→ **Work order**:
Please quote exactly the opening lines of the data, from the first line to the one where "block into view" appears.
━━━━━ Data shown ━━━━━
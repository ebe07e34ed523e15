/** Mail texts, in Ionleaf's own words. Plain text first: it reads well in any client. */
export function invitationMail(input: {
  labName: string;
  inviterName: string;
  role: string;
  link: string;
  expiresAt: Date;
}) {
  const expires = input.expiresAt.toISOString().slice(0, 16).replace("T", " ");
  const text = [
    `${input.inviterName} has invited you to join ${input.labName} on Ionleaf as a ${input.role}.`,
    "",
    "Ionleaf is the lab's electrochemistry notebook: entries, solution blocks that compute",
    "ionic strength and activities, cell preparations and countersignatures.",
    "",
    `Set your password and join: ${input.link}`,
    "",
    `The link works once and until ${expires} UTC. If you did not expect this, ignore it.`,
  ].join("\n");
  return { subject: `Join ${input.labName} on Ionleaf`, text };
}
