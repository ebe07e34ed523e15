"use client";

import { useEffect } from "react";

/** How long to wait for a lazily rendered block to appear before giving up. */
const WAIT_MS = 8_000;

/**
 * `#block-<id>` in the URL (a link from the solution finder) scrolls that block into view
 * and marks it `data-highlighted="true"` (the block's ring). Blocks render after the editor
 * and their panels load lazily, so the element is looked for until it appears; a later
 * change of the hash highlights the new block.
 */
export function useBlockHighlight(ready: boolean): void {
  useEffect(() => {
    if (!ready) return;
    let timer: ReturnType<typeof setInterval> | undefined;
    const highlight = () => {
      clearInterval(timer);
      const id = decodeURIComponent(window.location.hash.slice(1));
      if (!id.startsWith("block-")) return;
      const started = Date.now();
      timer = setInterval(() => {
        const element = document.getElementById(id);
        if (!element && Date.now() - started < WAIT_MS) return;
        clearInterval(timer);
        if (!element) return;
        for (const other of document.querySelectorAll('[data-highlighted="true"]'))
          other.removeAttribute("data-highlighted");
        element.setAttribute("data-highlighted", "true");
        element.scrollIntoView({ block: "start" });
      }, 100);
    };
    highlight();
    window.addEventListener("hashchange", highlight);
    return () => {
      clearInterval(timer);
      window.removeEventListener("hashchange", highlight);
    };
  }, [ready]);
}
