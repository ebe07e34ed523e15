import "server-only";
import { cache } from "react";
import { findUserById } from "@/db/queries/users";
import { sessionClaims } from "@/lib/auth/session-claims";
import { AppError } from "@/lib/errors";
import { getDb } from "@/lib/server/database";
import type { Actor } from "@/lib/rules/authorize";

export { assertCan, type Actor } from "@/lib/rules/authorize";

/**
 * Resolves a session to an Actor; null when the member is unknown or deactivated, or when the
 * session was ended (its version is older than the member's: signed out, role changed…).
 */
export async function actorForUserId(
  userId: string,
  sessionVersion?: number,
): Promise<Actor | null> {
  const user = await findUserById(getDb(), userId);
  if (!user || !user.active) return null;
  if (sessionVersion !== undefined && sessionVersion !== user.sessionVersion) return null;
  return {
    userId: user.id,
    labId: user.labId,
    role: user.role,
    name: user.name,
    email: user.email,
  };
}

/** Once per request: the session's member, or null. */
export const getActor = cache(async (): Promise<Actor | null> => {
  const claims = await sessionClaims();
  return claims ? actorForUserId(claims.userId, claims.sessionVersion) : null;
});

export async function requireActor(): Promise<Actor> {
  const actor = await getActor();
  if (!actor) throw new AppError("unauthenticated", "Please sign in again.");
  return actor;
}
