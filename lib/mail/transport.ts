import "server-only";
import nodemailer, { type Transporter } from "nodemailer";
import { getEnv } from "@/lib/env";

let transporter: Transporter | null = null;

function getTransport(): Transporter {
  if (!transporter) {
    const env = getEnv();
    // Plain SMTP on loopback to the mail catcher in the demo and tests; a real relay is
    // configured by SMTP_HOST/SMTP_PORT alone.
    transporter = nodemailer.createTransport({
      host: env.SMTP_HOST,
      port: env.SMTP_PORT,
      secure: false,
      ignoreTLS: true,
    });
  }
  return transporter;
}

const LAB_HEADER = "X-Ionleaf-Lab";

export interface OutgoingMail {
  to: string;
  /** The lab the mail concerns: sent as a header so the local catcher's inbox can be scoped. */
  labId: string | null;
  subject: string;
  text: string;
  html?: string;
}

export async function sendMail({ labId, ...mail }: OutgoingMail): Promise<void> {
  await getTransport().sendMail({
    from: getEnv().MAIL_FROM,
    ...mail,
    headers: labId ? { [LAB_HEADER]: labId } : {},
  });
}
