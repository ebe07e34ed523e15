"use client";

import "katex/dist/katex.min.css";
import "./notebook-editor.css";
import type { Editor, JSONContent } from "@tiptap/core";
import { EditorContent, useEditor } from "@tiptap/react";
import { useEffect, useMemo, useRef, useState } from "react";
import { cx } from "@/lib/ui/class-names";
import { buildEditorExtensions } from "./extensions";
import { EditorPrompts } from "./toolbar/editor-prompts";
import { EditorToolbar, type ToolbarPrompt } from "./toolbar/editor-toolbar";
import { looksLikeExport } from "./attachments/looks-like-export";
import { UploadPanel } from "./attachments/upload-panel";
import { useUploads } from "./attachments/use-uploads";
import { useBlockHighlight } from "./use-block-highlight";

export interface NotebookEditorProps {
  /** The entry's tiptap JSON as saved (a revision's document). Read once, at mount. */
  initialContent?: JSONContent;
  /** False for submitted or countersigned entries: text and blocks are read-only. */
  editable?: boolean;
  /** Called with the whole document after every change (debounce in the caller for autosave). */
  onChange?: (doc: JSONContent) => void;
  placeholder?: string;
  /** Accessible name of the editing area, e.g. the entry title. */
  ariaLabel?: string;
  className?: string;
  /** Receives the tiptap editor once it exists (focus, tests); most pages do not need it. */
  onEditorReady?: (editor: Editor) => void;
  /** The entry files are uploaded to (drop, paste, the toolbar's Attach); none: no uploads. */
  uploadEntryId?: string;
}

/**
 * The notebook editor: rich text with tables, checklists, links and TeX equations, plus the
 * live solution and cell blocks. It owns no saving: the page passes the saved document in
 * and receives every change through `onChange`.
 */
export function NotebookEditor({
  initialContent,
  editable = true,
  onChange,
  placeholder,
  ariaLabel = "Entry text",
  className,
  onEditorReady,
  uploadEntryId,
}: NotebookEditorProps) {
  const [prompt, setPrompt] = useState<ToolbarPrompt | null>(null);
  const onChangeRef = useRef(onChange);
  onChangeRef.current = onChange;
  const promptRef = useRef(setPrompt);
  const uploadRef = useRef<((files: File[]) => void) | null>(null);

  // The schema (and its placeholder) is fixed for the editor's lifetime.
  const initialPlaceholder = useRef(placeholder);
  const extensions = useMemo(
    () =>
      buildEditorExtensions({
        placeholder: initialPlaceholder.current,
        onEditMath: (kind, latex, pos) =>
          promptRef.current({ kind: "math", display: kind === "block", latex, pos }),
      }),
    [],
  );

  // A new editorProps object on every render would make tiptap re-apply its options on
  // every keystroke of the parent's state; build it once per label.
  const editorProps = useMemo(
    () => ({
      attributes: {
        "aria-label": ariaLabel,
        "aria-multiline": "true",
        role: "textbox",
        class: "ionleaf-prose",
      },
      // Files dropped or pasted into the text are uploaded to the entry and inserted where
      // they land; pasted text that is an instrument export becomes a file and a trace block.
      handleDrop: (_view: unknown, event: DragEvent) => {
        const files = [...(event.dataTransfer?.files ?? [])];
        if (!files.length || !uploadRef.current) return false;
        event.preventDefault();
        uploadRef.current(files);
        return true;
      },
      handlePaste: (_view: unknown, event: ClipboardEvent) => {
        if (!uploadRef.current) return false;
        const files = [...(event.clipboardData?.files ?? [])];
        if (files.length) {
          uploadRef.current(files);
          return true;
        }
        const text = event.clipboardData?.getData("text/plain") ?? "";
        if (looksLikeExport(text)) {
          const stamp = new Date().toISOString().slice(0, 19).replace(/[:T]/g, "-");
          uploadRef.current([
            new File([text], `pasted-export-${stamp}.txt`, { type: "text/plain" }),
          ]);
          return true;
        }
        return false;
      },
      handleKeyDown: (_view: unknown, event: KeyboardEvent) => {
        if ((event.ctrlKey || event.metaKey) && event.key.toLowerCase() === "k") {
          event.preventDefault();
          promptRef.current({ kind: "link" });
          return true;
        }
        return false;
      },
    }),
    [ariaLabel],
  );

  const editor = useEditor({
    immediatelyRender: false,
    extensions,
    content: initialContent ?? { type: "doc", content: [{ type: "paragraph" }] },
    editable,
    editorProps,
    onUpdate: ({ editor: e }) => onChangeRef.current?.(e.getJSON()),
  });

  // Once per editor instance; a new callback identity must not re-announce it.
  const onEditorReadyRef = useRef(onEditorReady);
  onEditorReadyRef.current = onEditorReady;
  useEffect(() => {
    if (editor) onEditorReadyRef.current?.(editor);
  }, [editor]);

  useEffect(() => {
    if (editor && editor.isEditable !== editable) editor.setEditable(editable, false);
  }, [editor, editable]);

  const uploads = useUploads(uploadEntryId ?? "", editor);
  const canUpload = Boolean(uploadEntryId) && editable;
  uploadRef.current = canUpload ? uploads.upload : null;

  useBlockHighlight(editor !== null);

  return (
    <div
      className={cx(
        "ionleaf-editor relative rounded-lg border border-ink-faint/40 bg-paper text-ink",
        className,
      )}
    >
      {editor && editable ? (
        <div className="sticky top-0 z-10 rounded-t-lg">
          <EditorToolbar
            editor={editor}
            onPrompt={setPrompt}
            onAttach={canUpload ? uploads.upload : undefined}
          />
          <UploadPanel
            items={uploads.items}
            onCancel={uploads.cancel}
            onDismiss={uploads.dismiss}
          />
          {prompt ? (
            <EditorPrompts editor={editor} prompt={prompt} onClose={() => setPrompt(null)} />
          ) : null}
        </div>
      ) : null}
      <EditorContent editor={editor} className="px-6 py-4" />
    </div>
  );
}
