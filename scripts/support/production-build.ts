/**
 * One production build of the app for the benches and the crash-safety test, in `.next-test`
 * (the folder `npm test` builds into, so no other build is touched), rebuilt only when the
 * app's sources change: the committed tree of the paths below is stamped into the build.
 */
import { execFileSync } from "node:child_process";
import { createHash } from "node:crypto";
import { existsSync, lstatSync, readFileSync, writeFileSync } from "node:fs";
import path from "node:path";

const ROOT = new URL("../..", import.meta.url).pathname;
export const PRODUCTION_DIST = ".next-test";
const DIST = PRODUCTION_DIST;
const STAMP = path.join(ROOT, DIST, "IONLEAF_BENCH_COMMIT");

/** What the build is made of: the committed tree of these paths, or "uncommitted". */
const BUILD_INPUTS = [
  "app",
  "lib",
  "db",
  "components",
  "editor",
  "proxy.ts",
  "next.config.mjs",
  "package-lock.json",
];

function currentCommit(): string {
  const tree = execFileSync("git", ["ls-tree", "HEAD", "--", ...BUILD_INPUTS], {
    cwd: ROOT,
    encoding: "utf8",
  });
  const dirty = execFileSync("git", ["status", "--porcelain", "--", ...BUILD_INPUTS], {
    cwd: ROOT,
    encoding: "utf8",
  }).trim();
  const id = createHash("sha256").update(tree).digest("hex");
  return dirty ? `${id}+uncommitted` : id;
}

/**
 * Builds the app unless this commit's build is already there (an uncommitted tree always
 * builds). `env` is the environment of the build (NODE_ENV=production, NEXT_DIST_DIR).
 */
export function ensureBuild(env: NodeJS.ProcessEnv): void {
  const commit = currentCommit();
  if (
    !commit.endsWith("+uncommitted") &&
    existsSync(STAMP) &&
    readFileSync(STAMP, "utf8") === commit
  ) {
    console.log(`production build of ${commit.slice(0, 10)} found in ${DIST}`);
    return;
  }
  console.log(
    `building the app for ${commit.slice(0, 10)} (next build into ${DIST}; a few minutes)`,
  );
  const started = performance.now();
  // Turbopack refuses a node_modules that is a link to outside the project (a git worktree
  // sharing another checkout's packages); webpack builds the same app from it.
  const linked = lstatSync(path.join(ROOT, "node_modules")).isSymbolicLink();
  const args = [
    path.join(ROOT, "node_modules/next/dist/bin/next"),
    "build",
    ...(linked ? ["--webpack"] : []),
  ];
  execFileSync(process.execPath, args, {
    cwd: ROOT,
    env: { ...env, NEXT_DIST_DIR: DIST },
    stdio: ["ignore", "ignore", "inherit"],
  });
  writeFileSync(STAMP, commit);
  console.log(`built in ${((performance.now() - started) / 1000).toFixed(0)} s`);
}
━━━━━
→ **Reply**:
repository ebe07e34ed523e15
/** Mail texts, in Ionleaf's own words. Plain text first: it reads well in any client. */
export function invitationMail(input: {
  labName: string;
  inviterName: string;
  role: string;
  link: string;
  expiresAt: Date;
}) {
  const expires = input.expiresAt.toISOString().slice(0, 16).replace("T", " ");
  const text = [
    `${input.inviterName} has invited you to join ${input.labName} on Ionleaf as a ${input.role}.`,
    "",
    "Ionleaf is the lab's electrochemistry notebook: entries, solution blocks that compute",
    "ionic strength and activities, cell preparations and countersignatures.",
    "",
    `Set your password and join: ${input.link}`,
    "",
    `The link works once and until ${expires} UTC. If you did not expect this, ignore it.`,
  ].join("\n");
  return { subject: `Join ${input.labName} on Ionleaf`, text };
}
repository ebe07e34ed523e15
"use client";

import { useEffect } from "react";

/** How long to wait for a lazily rendered block to appear before giving up. */
const WAIT_MS = 8_000;

/**
 * `#block-<id>` in the URL (a link from the solution finder) scrolls that block into view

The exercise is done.